Why would anybody ever want their pictures to disappear from their phone if they delete them on the web? It doesn't make any sense.
It makes perfect sense to me. I rely on that feature. My monitor is big and it's much easier to use the big screen to sort vacation photos and delete the 90% which are garbage and not worth preserving. When I delete the garbage ones, of course I want to delete them everywhere. (And if I accidentally deleted the wrong photo, I can undelete within 30 days.)
I put the effort in to move off gmail, was worth it. Now gmail is just my spam inbox
I remember playing the backup & restore game when rebuilding my PC, which I just happened to do last night as I received a new SSD. I didn't have to worry about documents and thanks to a separate volume, redownloading my Steam library, either. That was a massive time save. And it didn't have to be OneDrive, it could have been any cloud sync service -- but OneDrive works just fine.
The user just fucked up and had a conniption fit on Tiktok.
The user fucked up. Sadly HN even gobbles this shit up with no thought.
Was it user error? Maybe, maybe not, but that's irrelevant. If it's so easy to make an unrecoverable and catastrophic mistake, it's a tool that's too dangerous to use on the daily.
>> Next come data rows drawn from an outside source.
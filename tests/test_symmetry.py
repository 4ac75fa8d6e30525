"""Symmetries: the point groups that geometry gives, never more, and closed under products."""

from __future__ import annotations

import math

import numpy as np
import pytest

from wiresolve.describe.potential import Potential
from wiresolve.describe.section import Layer, Patch, Section
from wiresolve.describe.shapes import Circle, Ellipse, Hexagon, Polygon, Rectangle, Shape, Trapezoid, Triangle
from wiresolve.describe.symmetry import IDENTITY, Symmetry, described, symmetries


def alone(shape: Shape, **more: object) -> Section:
    return Section(shape, "GaAs", **more)  # type: ignore[arg-type]


def regular(count: int, tilt: float = 0.1) -> Polygon:
    angles = tilt + math.tau * np.arange(count) / count
    return Polygon(tuple((10 * math.cos(a), 10 * math.sin(a)) for a in angles))


def stack(kinds: tuple[str, ...], offsets: tuple[float, ...]) -> Section:
    """Sheets one above the other in a round insulator."""
    sheets = [Patch(Rectangle(20, 4), kind, (0, y)) for kind, y in zip(kinds, offsets, strict=True)]
    return Section(Circle(60), "SiO2", patches=tuple(sheets), carriers="excluded")


def checked(symmetry: Symmetry) -> int:
    """The number of maps, after checking that they are a group of orthogonal matrices."""
    maps = np.array(symmetry.maps)
    assert symmetry.maps[0] == IDENTITY
    for one in maps:
        assert one @ one.T == pytest.approx(np.eye(2), abs=1e-12)
        apart = np.abs((one @ maps)[:, None] - maps[None]).max(axis=(2, 3))
        assert ((apart < 1e-9).sum(axis=1) == 1).all()
    return len(maps)


COUNTS = {
    "ellipse": (alone(Ellipse(10, 6)), 4),
    "tilted ellipse with a parallel shell": (alone(Ellipse(10, 6, 17.3), layers=(Layer(2, "AlAs"),)), 4),
    "rectangle": (alone(Rectangle(10, 6)), 4),
    "tilted rectangle": (alone(Rectangle(10, 6, 0, 17.3)), 4),
    "rounded rectangle": (alone(Rectangle(10, 6, 1.5, 17.3)), 4),
    "stadium": (alone(Rectangle(10, 6, 3)), 4),
    "square": (alone(Rectangle(8, 8)), 8),
    "rounded square": (alone(Rectangle(8, 8, 2, 31)), 8),
    "almost a square": (alone(Rectangle(8, 8.00001)), 4),
    "hexagon": (alone(Hexagon(across_flats_nm=20)), 12),
    "rounded hexagon with shells": (
        alone(Hexagon(across_flats_nm=20, corner_radius_nm=2, rotation_deg=9), layers=(Layer(2, "AlAs"),)),
        12,
    ),
    "equilateral": (alone(Triangle(side_nm=10)), 6),
    "rounded equilateral": (alone(Triangle(side_nm=10, corner_radius_nm=1, rotation_deg=-77)), 6),
    "isosceles": (alone(Triangle(base_nm=10, height_nm=6)), 2),
    "trapezoid": (alone(Trapezoid(12, 8, 6)), 2),
    "scalene": (alone(Polygon(((0, 0), (10, 0), (3, 7)))), 1),
    "parallelogram": (alone(Polygon(((0, 0), (10, 0), (13, 6), (3, 6)))), 2),
    "rhombus": (alone(Polygon(((-8, 0), (0, -5), (8, 0), (0, 5)))), 4),
    "heptagon": (alone(regular(7)), 14),
    "regular polygon of 36 sides": (alone(regular(36)), 72),
    "round core in a hexagon": (
        Section(Hexagon(across_flats_nm=30), "AlAs", patches=(Patch(Circle(10), "GaAs"),)),
        12,
    ),
    "core off the centre": (Section(Circle(30), "AlAs", patches=(Patch(Circle(10), "GaAs", (3, 4)),)), 2),
    "one of two equal cores twice": (
        Section(
            Circle(30), "AlAs", patches=(*[Patch(Circle(6), "GaAs", (8, 2))] * 2, Patch(Circle(6), "GaAs", (-8, -2)))
        ),
        2,
    ),
    "two equal cores": (
        Section(Circle(30), "AlAs", patches=(Patch(Circle(6), "GaAs", (8, 2)), Patch(Circle(6), "GaAs", (-8, -2)))),
        4,
    ),
    "two unlike cores": (
        Section(Circle(30), "AlAs", patches=(Patch(Circle(6), "GaAs", (8, 2)), Patch(Circle(6), "InAs", (-8, -2)))),
        2,
    ),
    "two cores of unlike offset": (
        Section(
            Circle(30),
            "AlAs",
            patches=(Patch(Circle(6), "GaAs", (8, 2)), Patch(Circle(6), "GaAs", (-8, -2), offset_eV=0.1)),
        ),
        2,
    ),
    "skew pair of ellipses": (
        Section(
            Circle(40),
            "AlAs",
            patches=(Patch(Ellipse(8, 4, 30), "GaAs", (10, 0)), Patch(Ellipse(8, 4, 30), "GaAs", (-10, 0))),
        ),
        2,
    ),
    "two sheets": (stack(("GaAs", "GaAs"), (-8, 8)), 4),
    "two sheets of unlike material": (stack(("GaAs", "InAs"), (-8, 8)), 2),
    "three sheets painted from one side": (stack(("GaAs", "InAs", "GaAs"), (-8, 0, 8)), 4),
    "three sheets, one too high": (stack(("GaAs", "InAs", "GaAs"), (-8, 0, 8.5)), 2),
    "fin with two sheets": (
        Section(
            Rectangle(60, 20),
            "SiO2",
            patches=(Patch(Rectangle(20, 4), "GaAs", (0, 14)), Patch(Rectangle(20, 4), "GaAs", (0, 22))),
            carriers="excluded",
        ),
        2,
    ),
    "coat on one side": (alone(Rectangle(10, 6), layers=(Layer(2, "AlAs", sides=(("bottom", 0.0),)),)), 2),
    "coat on two neighbours": (
        alone(Rectangle(8, 8), layers=(Layer(2, "AlAs", sides=(("bottom", 0.0), ("left", 0.0))),)),
        2,
    ),
    "coat on opposite sides": (
        alone(Rectangle(8, 8), layers=(Layer(2, "AlAs", sides=(("left", 0.0), ("right", 0.0))),)),
        4,
    ),
    "hole in a hexagon": (Section(Hexagon(across_flats_nm=30), "GaAs", patches=(Patch(Rectangle(6, 6), "void"),)), 4),
    "notch that turns one way": (
        Section(
            Rectangle(20, 20),
            "GaAs",
            patches=tuple(
                Patch(
                    Rectangle(2, 4, 0, angle),
                    "void",
                    (7 * math.cos(at) - 3 * math.sin(at), 7 * math.sin(at) + 3 * math.cos(at)),
                )
                for angle, at in ((0, 0), (90, math.pi / 2), (180, math.pi), (270, 1.5 * math.pi))
            ),
        ),
        4,
    ),
}


@pytest.mark.parametrize("name", COUNTS)
def test_the_group_has_as_many_maps_as_geometry_gives(name: str) -> None:
    section, count = COUNTS[name]
    found = symmetries(section)
    assert not found.continuous
    assert checked(found) == count


def test_round_sections_have_every_map() -> None:
    tube = Section(Circle(10), "void", layers=(Layer(5, "GaAs"), Layer(2, "AlAs")), outside="GaAs")
    for section in (alone(Circle(10)), tube, alone(Rectangle(8, 8, 4)), alone(Ellipse(6, 6, 20))):
        found = symmetries(section)
        assert (found.continuous, found.maps) == (True, (IDENTITY,))
        assert described(found) == "circle: every rotation and reflection"
    moved = Section(Circle(30), "AlAs", patches=(Patch(Circle(10), "GaAs", (1e-6, 0)),))
    assert not symmetries(moved).continuous


def test_order_of_painting_breaks_what_outlines_share() -> None:
    """Two crossing bars of unlike material: the later one runs through, so a quarter turn is no symmetry."""
    bars = (Patch(Rectangle(20, 4), "GaAs"), Patch(Rectangle(4, 20), "GaAs"))
    alike = Section(Circle(40), "AlAs", patches=bars)
    assert checked(symmetries(alike)) == 8
    unlike = Section(Circle(40), "AlAs", patches=(bars[0], Patch(Rectangle(4, 20), "InAs")))
    assert checked(symmetries(unlike)) == 4
    # A piece of another kind painted between two equal ones that it overlaps covers one and is covered by the other.
    between = (
        Patch(Rectangle(10, 4), "GaAs", (-8, 0)),
        Patch(Rectangle(10, 4), "InAs"),
        Patch(Rectangle(10, 4), "GaAs", (8, 0)),
    )
    assert checked(symmetries(Section(Circle(60), "AlAs", patches=between))) == 2
    apart = tuple(Patch(patch.shape, patch.material, (1.25 * patch.center_nm[0], 0)) for patch in between)
    assert checked(symmetries(Section(Circle(60), "AlAs", patches=apart))) == 4


def test_the_centre_is_found() -> None:
    fin = COUNTS["coat on two neighbours"][0]
    # Square of 8 at the origin and its coated outline of 10 about (1, 1): the mean by area is 100/164 along both.
    assert symmetries(fin).center_nm == pytest.approx((100 / 164, 100 / 164))
    assert symmetries(COUNTS["tilted rectangle"][0]).center_nm == (0.0, 0.0)
    maps = symmetries(fin).maps
    assert maps[1] == pytest.approx(np.array([[0.0, 1.0], [1.0, 0.0]]))


def test_a_field_leaves_what_keeps_its_direction() -> None:
    up = Potential(field_V_per_nm=(0.0, 0.01))
    assert symmetries(alone(Circle(10)), up).maps == (IDENTITY, ((-1.0, 0.0), (0.0, 1.0)))
    assert symmetries(alone(Hexagon(across_flats_nm=20)), up).maps == (IDENTITY, ((-1.0, 0.0), (0.0, 1.0)))
    slanted = Potential(field_V_per_nm=(0.01, 0.003))
    found = symmetries(alone(Circle(10)), slanted)
    assert checked(found) == 2
    assert np.array(found.maps[1]) @ (0.01, 0.003) == pytest.approx((0.01, 0.003))
    assert checked(symmetries(alone(Rectangle(10, 6)), slanted)) == 1
    assert checked(symmetries(alone(Rectangle(10, 6)), Potential(field_V_per_nm=(0.0, 0.0)))) == 4
    turned = math.radians(17.3)
    along = Potential(field_V_per_nm=(0.01 * math.cos(turned), 0.01 * math.sin(turned)))
    assert checked(symmetries(COUNTS["tilted rectangle"][0], along)) == 2


def test_a_well_leaves_what_keeps_the_axes() -> None:
    well = Potential(harmonic_eV=(0.005, 0.005))
    diagonal = {IDENTITY, ((-1.0, 0.0), (0.0, -1.0)), ((1.0, 0.0), (0.0, -1.0)), ((-1.0, 0.0), (0.0, 1.0))}
    assert set(symmetries(alone(Circle(10)), well).maps) == diagonal
    assert set(symmetries(alone(Hexagon(across_flats_nm=20)), well).maps) == diagonal
    assert checked(symmetries(COUNTS["tilted rectangle"][0], well)) == 2
    assert checked(symmetries(COUNTS["coat on two neighbours"][0], well)) == 1
    # The centre lies on the y axis, about which the well is even.
    assert checked(symmetries(COUNTS["coat on one side"][0], well)) == 2
    both = Potential(harmonic_eV=(0.005, 0.002), field_V_per_nm=(0.01, 0.0))
    assert symmetries(alone(Circle(10)), both).maps == (IDENTITY, ((1.0, 0.0), (0.0, -1.0)))


def test_of_a_function_nothing_is_claimed() -> None:
    anything = Potential(function=lambda x, y: 0.0 * x, name="flat")
    assert symmetries(alone(Circle(10)), anything) == Symmetry((0.0, 0.0), False, (IDENTITY,))


@pytest.mark.parametrize("angle", [0.0, 12.0, 45.0, 90.0, 133.7])
def test_the_group_turns_with_the_section(angle: float) -> None:
    still = symmetries(alone(Trapezoid(12, 8, 6)))
    turned = symmetries(alone(Trapezoid(12, 8, 6, rotation_deg=angle)))
    c, s = math.cos(math.radians(angle)), math.sin(math.radians(angle))
    turn = np.array([[c, -s], [s, c]])
    assert np.array(turned.maps[1]) == pytest.approx(turn @ np.array(still.maps[1]) @ turn.T, abs=1e-9)


def test_in_words() -> None:
    assert described(symmetries(alone(Hexagon(across_flats_nm=20)))) == "sixfold with reflections (12 operations)"
    assert described(symmetries(COUNTS["scalene"][0])) == "none"
    assert described(symmetries(COUNTS["trapezoid"][0])) == "one mirror line, at 90 deg from x (2 operations)"
    assert described(symmetries(COUNTS["parallelogram"][0])) == "twofold without reflections (2 operations)"
    assert described(symmetries(COUNTS["heptagon"][0])) == "7-fold with reflections (14 operations)"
Shift+Del and rm -rf don't have any guardrails around them. In tech you are surrounded by footguns and bear traps. MS made it that much worse by wrapping these in dark patterns that may change without notice but the logic that "dangerous things should be prohibited" is a perfectly good way to end up living in an environment where someone else curates what you can and cannot do. For your protection of course.
A tool isn't dangerous because you can make an unrecoverable and catastrophic mistake (you can make one with a kitchen knife and we still use them every day). It's truly dangerous if it can and does act against your wishes, interests, and reasonable expectations like OneDrive did.
The article is accompanied by a TikTok video I can't scrub through so I can't tell why it's not possible to go to OneDrive's recycle bin and recover the lost data.
How about no. I dropped some important documents on a few flash drives that I have lying around.